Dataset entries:

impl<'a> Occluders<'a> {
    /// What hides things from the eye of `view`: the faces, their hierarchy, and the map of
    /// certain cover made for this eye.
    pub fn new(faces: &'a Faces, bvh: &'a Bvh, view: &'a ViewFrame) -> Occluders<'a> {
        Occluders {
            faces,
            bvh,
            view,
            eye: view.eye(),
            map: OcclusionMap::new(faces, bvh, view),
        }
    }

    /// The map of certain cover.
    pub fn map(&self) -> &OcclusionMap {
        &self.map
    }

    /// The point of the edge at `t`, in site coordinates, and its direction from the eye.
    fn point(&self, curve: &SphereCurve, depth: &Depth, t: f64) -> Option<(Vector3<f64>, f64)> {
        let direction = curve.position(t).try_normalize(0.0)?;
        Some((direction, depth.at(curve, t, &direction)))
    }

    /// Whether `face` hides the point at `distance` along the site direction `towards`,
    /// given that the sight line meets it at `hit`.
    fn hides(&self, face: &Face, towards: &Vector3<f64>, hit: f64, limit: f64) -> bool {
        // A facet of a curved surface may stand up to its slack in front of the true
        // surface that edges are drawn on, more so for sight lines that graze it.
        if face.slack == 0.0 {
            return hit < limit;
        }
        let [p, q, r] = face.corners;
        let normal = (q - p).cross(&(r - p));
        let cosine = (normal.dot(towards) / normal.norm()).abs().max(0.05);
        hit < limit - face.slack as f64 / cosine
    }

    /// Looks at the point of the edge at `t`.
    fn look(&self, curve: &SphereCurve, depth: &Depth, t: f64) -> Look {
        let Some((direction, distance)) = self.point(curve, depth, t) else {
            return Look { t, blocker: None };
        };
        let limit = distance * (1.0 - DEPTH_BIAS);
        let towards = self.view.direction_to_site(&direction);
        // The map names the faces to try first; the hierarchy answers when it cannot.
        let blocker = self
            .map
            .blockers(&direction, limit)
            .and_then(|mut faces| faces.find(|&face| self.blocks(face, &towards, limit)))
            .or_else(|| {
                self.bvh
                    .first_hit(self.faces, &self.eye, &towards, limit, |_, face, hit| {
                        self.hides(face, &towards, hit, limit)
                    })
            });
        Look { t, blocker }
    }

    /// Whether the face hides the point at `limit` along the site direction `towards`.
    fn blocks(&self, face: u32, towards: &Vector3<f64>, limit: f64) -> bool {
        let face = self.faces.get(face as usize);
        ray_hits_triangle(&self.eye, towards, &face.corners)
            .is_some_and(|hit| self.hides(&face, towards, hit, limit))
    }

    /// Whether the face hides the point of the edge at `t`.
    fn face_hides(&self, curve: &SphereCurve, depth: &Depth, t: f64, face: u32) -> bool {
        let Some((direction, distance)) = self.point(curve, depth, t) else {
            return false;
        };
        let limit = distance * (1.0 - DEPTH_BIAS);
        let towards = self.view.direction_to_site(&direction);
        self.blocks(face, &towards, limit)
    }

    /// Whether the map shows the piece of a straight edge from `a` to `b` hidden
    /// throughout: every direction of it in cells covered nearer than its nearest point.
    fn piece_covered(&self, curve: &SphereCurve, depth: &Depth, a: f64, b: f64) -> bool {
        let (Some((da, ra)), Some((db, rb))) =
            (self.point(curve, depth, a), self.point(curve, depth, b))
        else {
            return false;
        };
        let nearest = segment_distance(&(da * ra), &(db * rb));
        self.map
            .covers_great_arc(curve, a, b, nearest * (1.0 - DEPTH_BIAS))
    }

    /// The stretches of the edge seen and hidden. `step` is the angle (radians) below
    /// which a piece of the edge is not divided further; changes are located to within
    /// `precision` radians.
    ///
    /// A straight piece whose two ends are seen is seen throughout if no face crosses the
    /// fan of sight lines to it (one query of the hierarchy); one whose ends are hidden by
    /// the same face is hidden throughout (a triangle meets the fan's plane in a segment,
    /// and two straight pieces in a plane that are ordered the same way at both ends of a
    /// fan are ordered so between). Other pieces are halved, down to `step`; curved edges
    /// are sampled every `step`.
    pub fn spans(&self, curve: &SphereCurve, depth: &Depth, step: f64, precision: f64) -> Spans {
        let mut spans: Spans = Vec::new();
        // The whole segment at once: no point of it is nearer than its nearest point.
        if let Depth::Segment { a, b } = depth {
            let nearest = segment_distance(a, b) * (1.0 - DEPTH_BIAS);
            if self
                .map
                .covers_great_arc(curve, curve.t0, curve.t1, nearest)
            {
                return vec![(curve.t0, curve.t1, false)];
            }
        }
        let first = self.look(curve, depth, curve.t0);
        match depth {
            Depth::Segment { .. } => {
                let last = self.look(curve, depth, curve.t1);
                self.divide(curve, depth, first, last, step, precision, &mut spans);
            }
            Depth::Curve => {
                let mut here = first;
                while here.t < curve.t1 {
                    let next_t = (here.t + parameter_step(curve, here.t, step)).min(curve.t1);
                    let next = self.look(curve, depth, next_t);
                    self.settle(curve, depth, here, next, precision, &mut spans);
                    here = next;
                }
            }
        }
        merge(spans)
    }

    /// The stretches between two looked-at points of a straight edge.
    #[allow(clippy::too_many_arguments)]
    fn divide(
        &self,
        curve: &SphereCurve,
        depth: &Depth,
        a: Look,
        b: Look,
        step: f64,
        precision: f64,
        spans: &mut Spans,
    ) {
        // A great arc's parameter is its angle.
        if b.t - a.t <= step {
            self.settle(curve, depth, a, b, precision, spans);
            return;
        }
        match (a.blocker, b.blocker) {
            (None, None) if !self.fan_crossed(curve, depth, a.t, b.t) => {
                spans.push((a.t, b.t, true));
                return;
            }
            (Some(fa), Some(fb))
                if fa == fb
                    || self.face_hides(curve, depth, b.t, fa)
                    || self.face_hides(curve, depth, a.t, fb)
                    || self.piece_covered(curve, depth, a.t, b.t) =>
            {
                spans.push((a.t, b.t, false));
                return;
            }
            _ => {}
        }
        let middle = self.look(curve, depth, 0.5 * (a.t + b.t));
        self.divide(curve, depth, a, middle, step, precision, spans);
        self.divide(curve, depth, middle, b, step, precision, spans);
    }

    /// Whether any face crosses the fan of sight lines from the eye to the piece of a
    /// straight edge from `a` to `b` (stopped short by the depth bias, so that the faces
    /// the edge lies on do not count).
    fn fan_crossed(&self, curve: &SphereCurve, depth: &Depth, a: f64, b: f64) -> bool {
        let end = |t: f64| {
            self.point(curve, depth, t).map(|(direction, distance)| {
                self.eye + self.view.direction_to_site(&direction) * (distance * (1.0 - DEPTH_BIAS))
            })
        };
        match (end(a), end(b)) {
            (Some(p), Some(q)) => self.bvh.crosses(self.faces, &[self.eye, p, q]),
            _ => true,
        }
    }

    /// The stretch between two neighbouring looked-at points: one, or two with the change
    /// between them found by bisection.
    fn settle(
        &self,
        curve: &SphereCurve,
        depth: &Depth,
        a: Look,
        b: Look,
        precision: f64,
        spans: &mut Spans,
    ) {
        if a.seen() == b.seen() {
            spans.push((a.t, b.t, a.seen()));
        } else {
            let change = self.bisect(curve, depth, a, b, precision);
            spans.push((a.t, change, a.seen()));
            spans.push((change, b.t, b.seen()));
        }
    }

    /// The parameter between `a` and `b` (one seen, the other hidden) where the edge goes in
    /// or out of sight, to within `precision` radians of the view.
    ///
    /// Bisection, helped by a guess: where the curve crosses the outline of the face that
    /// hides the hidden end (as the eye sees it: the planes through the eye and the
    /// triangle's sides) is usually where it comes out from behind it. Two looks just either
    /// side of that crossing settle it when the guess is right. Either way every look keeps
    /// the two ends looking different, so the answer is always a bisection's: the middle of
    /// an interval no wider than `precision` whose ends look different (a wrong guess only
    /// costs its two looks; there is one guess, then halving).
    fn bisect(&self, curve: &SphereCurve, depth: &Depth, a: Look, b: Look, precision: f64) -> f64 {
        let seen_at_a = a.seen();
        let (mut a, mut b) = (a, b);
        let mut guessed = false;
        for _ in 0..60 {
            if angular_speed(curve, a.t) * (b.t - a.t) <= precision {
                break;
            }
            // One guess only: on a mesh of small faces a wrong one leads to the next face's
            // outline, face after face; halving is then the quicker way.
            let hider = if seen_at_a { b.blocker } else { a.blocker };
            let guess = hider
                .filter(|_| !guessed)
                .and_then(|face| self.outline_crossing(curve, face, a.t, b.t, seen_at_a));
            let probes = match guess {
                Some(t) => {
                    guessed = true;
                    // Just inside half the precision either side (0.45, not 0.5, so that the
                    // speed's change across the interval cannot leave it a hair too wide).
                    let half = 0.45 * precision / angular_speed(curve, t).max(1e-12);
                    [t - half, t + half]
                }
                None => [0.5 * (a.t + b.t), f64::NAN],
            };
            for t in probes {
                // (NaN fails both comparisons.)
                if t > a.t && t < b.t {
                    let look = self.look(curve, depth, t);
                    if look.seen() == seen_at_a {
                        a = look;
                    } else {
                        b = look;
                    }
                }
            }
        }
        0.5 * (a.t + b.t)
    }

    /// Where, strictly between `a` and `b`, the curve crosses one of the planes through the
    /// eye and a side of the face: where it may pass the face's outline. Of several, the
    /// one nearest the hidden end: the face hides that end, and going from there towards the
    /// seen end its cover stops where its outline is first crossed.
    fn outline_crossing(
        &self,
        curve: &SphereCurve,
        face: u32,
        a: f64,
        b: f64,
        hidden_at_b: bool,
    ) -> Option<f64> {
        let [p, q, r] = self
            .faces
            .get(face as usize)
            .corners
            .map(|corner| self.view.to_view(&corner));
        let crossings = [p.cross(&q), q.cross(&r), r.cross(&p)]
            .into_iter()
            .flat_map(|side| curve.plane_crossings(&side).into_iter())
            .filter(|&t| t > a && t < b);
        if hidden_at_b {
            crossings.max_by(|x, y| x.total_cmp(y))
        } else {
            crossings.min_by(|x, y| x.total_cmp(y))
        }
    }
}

GOAL OF THE EXERCISE:
Starting with the line above that holds "spans.push((a.t, b.t, a.seen()));" and stopping with the line that holds "the next face's", reproduce each line exactly, omitting all other lines.

SOLUTION FOR THIS PROBLEM:
            spans.push((a.t, b.t, a.seen()));
        } else {
            let change = self.bisect(curve, depth, a, b, precision);
            spans.push((a.t, change, a.seen()));
            spans.push((change, b.t, b.seen()));
        }
    }

    /// The parameter between `a` and `b` (one seen, the other hidden) where the edge goes in
    /// or out of sight, to within `precision` radians of the view.
    ///
    /// Bisection, helped by a guess: where the curve crosses the outline of the face that
    /// hides the hidden end (as the eye sees it: the planes through the eye and the
    /// triangle's sides) is usually where it comes out from behind it. Two looks just either
    /// side of that crossing settle it when the guess is right. Either way every look keeps
    /// the two ends looking different, so the answer is always a bisection's: the middle of
    /// an interval no wider than `precision` whose ends look different (a wrong guess only
    /// costs its two looks; there is one guess, then halving).
    fn bisect(&self, curve: &SphereCurve, depth: &Depth, a: Look, b: Look, precision: f64) -> f64 {
        let seen_at_a = a.seen();
        let (mut a, mut b) = (a, b);
        let mut guessed = false;
        for _ in 0..60 {
            if angular_speed(curve, a.t) * (b.t - a.t) <= precision {
                break;
            }
            // One guess only: on a mesh of small faces a wrong one leads to the next face's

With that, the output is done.